Host factors involved in West Nile virus replication

Annals of the New York Academy of Sciences 951: 207-219

Viruses use cell proteins during many stages of their replication cycles, including attachment, entry, translation, transcription/replication, and assembly. Mutations in the cell proteins involved can cause disruptions of these critical host-virus interactions, which in turn can affect the efficiency of virus replication. These host-virus interactions also represent novel targets for the development of new antiviral agents. The different alleles of the murine Flv gene confer resistance or susceptibility to flavivirus-induced disease and provide a natural mutant system for the study of a host protein that can alter the outcome of a flavivirus infection. Since flaviviruses, such as West Nile virus, replicate in mosquitoes, mammals, and birds during their natural transmission cycles, it is expected that the critical cell proteins used by these viruses will be ones that are highly conserved between divergent host species. Our laboratory has focused on the identification and characterization of the flavivirus resistance gene product and of cell proteins that interact with the 3' terminal regions of the West Nile virus genomic and antigenomic RNAs.

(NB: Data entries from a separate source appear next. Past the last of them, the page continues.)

import { axisSchema } from '../../../../shared/run.ts';
import type { AxisKind, SweepAxis } from '../../../../shared/run.ts';
import { workingPointSchema } from '../../../../shared/stack.ts';
import type { StackDocument, WorkingPoint } from '../../../../shared/stack.ts';
import { readReadingView, writeReadingView } from '../../../components/plot/readingView.ts';
import type { Family, ReadingView } from '../../../components/plot/readingView.ts';

import type { Materials } from './media.ts';
import { defaultAxis, fitsFilm, withFewerPoints } from './sweepAxis.ts';

/** What the address restores. Null stands for the choice that follows from the stack. */
export type ViewState = ReadingView & {
  point: WorkingPoint;
  kind: AxisKind;
  axis: SweepAxis | null;
  /** Whether two axes are swept; `second` is then the other one, null for its default. */
  isMap: boolean;
  second: SweepAxis | null;
  /** A parameter that the curve or map is repeated for. */
  family: SweepAxis | null;
};

/**
 * Reads the address. A part that is missing or makes no sense falls back to the stack's own working point or to
 * the default, never to an error: addresses are edited by hand and outlive layers.
 */
export function readView(search: URLSearchParams, saved: WorkingPoint): ViewState {
  const kind = axisKinds.find((one) => one === search.get('axis')) ?? 'angle';
  return {
    point: readPoint(search, saved),
    kind,
    ...readReadingView(search),
    axis: readAxis(search, '', kind),
    isMap: search.get('map') === '1',
    second: readAxis(search, 'second-'),
    family: readAxis(search, 'family-'),
  };
}

const axisKinds = [
  'wavelength',
  'angle',
  'thickness',
  'direction',
  'voigtScale',
  'repeat',
  'graded',
] as const;

/** An axis of the address; its keys begin with the prefix. */
function readAxis(
  search: URLSearchParams,
  prefix: string,
  kind = search.get(`${prefix}axis`),
): SweepAxis | null {
  const text = (key: string) => search.get(prefix + key) ?? undefined;
  const layer = text('layer');
  const axis = axisSchema.safeParse({
    kind,
    ...(layer === undefined ? {} : { layerId: layer }),
    ...(kind === 'repeat' ? { blockId: text('block') } : {}),
    ...(kind === 'direction' ? { plane: text('plane') } : {}),
    from: numberIn(search, `${prefix}from`),
    to: numberIn(search, `${prefix}to`),
    points: numberIn(search, `${prefix}points`),
    spacing: text('spacing') ?? 'linear',
  });
  return axis.success ? axis.data : null;
}

function writeAxis(search: URLSearchParams, prefix: string, axis: SweepAxis): void {
  if ('layerId' in axis && axis.layerId !== undefined) search.set(`${prefix}layer`, axis.layerId);
  if (axis.kind === 'repeat') search.set(`${prefix}block`, axis.blockId);
  if (axis.kind === 'direction') search.set(`${prefix}plane`, axis.plane);
  search.set(`${prefix}from`, String(axis.from));
  search.set(`${prefix}to`, String(axis.to));
  search.set(`${prefix}points`, String(axis.points));
  if (axis.spacing === 'log') search.set(`${prefix}spacing`, 'log');
}

function readPoint(search: URLSearchParams, saved: WorkingPoint): WorkingPoint {
  const m = search.get('m');
  const parts = m?.split(',').map(Number);
  const asked = {
    wavelengthNm: numberIn(search, 'wl'),
    angleDeg: numberIn(search, 'angle'),
    input: search.get('input'),
    inputAzimuthDeg: numberIn(search, 'azimuth'),
    magnetization:
      m === 'drawn' || m === 'reversed'
        ? { mode: m }
        : parts?.length === 3
          ? { mode: 'direction', m: parts }
          : null,
  };
  const { shape } = workingPointSchema;
  const inputAzimuthDeg =
    shape.inputAzimuthDeg.safeParse(asked.inputAzimuthDeg).data ?? saved.inputAzimuthDeg;
  return {
    ...(inputAzimuthDeg === undefined ? {} : { inputAzimuthDeg }),
    wavelengthNm: shape.wavelengthNm.safeParse(asked.wavelengthNm).data ?? saved.wavelengthNm,
    angleDeg: shape.angleDeg.safeParse(asked.angleDeg).data ?? saved.angleDeg,
    input: shape.input.safeParse(asked.input).data ?? saved.input,
    magnetization: shape.magnetization.safeParse(asked.magnetization).data ?? saved.magnetization,
  };
}

function numberIn(search: URLSearchParams, key: string): number | undefined {
  const text = search.get(key);
  return text === null || text.trim() === '' ? undefined : Number(text);
}

/** The address of a view: what equals the stack's own working point or the default is left out. */
export function writeView(view: ViewState, saved: WorkingPoint): URLSearchParams {
  const search = new URLSearchParams();
  const { point, axis } = view;
  if (point.wavelengthNm !== saved.wavelengthNm) search.set('wl', String(point.wavelengthNm));
  if (point.angleDeg !== saved.angleDeg) search.set('angle', String(point.angleDeg));
  if (point.input !== saved.input) search.set('input', point.input);
  if (point.inputAzimuthDeg !== undefined && point.inputAzimuthDeg !== saved.inputAzimuthDeg) {
    search.set('azimuth', String(point.inputAzimuthDeg));
  }
  if (!sameMagnetization(point, saved)) {
    const { magnetization } = point;
    search.set('m', magnetization.mode === 'direction' ? magnetization.m.join(',') : magnetization.mode);
  }
  if (view.kind !== 'angle') search.set('axis', view.kind);
  if (axis !== null) writeAxis(search, '', axis);
  if (view.isMap) search.set('map', '1');
  for (const [prefix, other] of [
    ['second-', view.isMap ? view.second : null],
    ['family-', view.family],
  ] as const) {
    if (other === null) continue;
    search.set(`${prefix}axis`, other.kind);
    writeAxis(search, prefix, other);
  }
  writeReadingView(view, search);
  return search;
}

export function samePoint(a: WorkingPoint, b: WorkingPoint): boolean {
  return (
    a.wavelengthNm === b.wavelengthNm &&
    a.angleDeg === b.angleDeg &&
    a.input === b.input &&
    a.inputAzimuthDeg === b.inputAzimuthDeg &&
    sameMagnetization(a, b)
  );
}

function sameMagnetization(a: WorkingPoint, b: WorkingPoint): boolean {
  return JSON.stringify(a.magnetization) === JSON.stringify(b.magnetization);
}

/** The axis of the address where it still fits the film, else the default of its kind; null without a layer. */
export function axisOf(
  view: Pick<ViewState, 'axis' | 'kind'>,
  document: StackDocument,
  materials: Materials,
): SweepAxis | null {
  const { axis, kind } = view;
  if (axis !== null && fitsFilm(axis, document)) return axis;
  return defaultAxis(kind, document, materials);
}

/** The second axis of a map: that of the address where it fits, else wavelength or angle, whichever is free. */
export function secondAxisOf(
  view: Pick<ViewState, 'isMap' | 'second'>,
  first: SweepAxis | null,
  document: StackDocument,
  materials: Materials,
): SweepAxis | null {
  if (!view.isMap || first === null) return null;
  if (view.second && fitsFilm(view.second, document)) return view.second;
  const other = defaultAxis(first.kind === 'wavelength' ? 'angle' : 'wavelength', document, materials);
  return other && withFewerPoints(other, 'map');
}

/** What is drawn until somebody chooses. For purely transverse m there is no rotation to draw. */
export function usualFamilies(transverse: boolean): readonly Family[] {
  return transverse ? transverseFamilies : kerrFamilies;
}

const kerrFamilies: readonly Family[] = ['rotation', 'ellipticity', 'reflectance'];
const transverseFamilies: readonly Family[] = ['contrast', 'reflectance'];
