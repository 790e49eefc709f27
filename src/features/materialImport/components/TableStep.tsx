import type { MaterialImport } from '../../../../shared/materialImport.ts';
import { Button } from '../../../components/Button.tsx';
import { formatCount } from '../../../lib/format.ts';
import { ShareBar } from './ShareBar.tsx';
import { TableFacts } from './TableFacts.tsx';
import { TableSource } from './TableSource.tsx';
import { WarningList } from './WarningList.tsx';

type TableStepProps = {
  groupId: string;
  /** Null before a table was sent. */
  sent: MaterialImport | null;
  onSent: (sent: MaterialImport) => void;
  onAnother: () => void;
};

/** The table as it came: being read, refused with the remedy, or read. */
export function TableStep({ groupId, sent, onSent, onAnother }: TableStepProps) {
  const asks = sent === null || sent.state === 'refused';
  return (
    <div className="flex flex-col gap-3">
      {sent?.state === 'refused' ? (
        <div role="alert" className="max-w-[760px] rounded-control bg-danger-soft px-3 py-2 text-danger">
          <p className="font-semibold">{sent.fileName} cannot be read</p>
          <p>{sent.error}</p>
        </div>
      ) : null}
      {/* Stays while a table is read: what was pasted must be there again when it is refused. */}
      <div hidden={!asks}>
        <TableSource groupId={groupId} onSent={onSent} />
      </div>
      {sent && !asks ? (
        <div className="flex flex-wrap items-start justify-between gap-3">
          <p>
            <span className="font-semibold wrap-anywhere">{sent.fileName}</span>{' '}
            <span className="text-muted">{formatCount(Math.max(1, Math.round(sent.bytes / 1000)))} kB</span>
          </p>
          <Button onClick={onAnother}>Take another table</Button>
        </div>
      ) : null}
      {sent?.state === 'reading' ? (
        <div className="max-w-[760px]">
          <ShareBar label="Reading the table" share={sent.progress} />
        </div>
      ) : null}
      {sent?.table ? (
        <>
          <TableFacts table={sent.table} />
          <WarningList label="Noticed while reading" warnings={sent.table.warnings} />
        </>
      ) : null}
    </div>
  );
}
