// What the compiled module offers; kernelModule.ts names the same functions for TypeScript. Each is one pass over the
// pairs of a tile. The module keeps no state: memory below `firstFreeByte` holds its tables, all else is the caller's.
export { crossDiagonal, crossPlain, chainBack, chainPlain, traceThick, traceThin } from './plain.as';
export { crossGyrotropic, mapGyrotropic, settleGyrotropic, traceGyrotropic } from './gyrotropicLayer.as';
export { prepareGyrotropic, startGyrotropic } from './gyrotropicMedium.as';
export { crossMatrix, matrixGyrotropic, matrixPlain, multiply, settle, stackPlain, stackPlainBelow } from './block.as';
export { leave, placePoints, preparePlain, readAngles, startChain, startPlain, transmit } from './surface.as';

export function firstFreeByte(): usize {
  return (__heap_base + 15) & ~15;
}
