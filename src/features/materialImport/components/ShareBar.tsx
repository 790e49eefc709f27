type ShareBarProps = {
  label: string;
  /** 0..1 */
  share: number;
};

/** How far something of a short while has come. */
export function ShareBar({ label, share }: ShareBarProps) {
  const percent = Math.round(share * 100);
  return (
    <div className="flex flex-col gap-1">
      <span className="flex justify-between gap-3">
        <span className="font-medium">{label}</span>
        <span className="text-note text-muted">{percent} %</span>
      </span>
      <div
        role="progressbar"
        aria-label={label}
        aria-valuemin={0}
        aria-valuemax={100}
        aria-valuenow={percent}
        className="h-1.5 overflow-hidden rounded-full bg-line"
      >
        <div className="h-full rounded-full bg-accent transition-[width]" style={{ width: `${percent}%` }} />
      </div>
    </div>
  );
}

The 3' terminal regions of the viral RNAs function as promotors for viral RNA replication. Cell proteins that bind to the viral 3' RNAs were detected by gel shift and UV-induced cross-linking assays. Individual proteins were then purified and partially sequenced. Mutation of a mapped, protein-binding site within the 3' terminal region of the viral RNA in an infectious West Nile virus clone was used to demonstrate the functional importance of one of the cell proteins for efficient West Nile virus replication. Data from additional studies suggested possible roles for this viral RNA-cell protein interaction during the flavivirus replication cycle.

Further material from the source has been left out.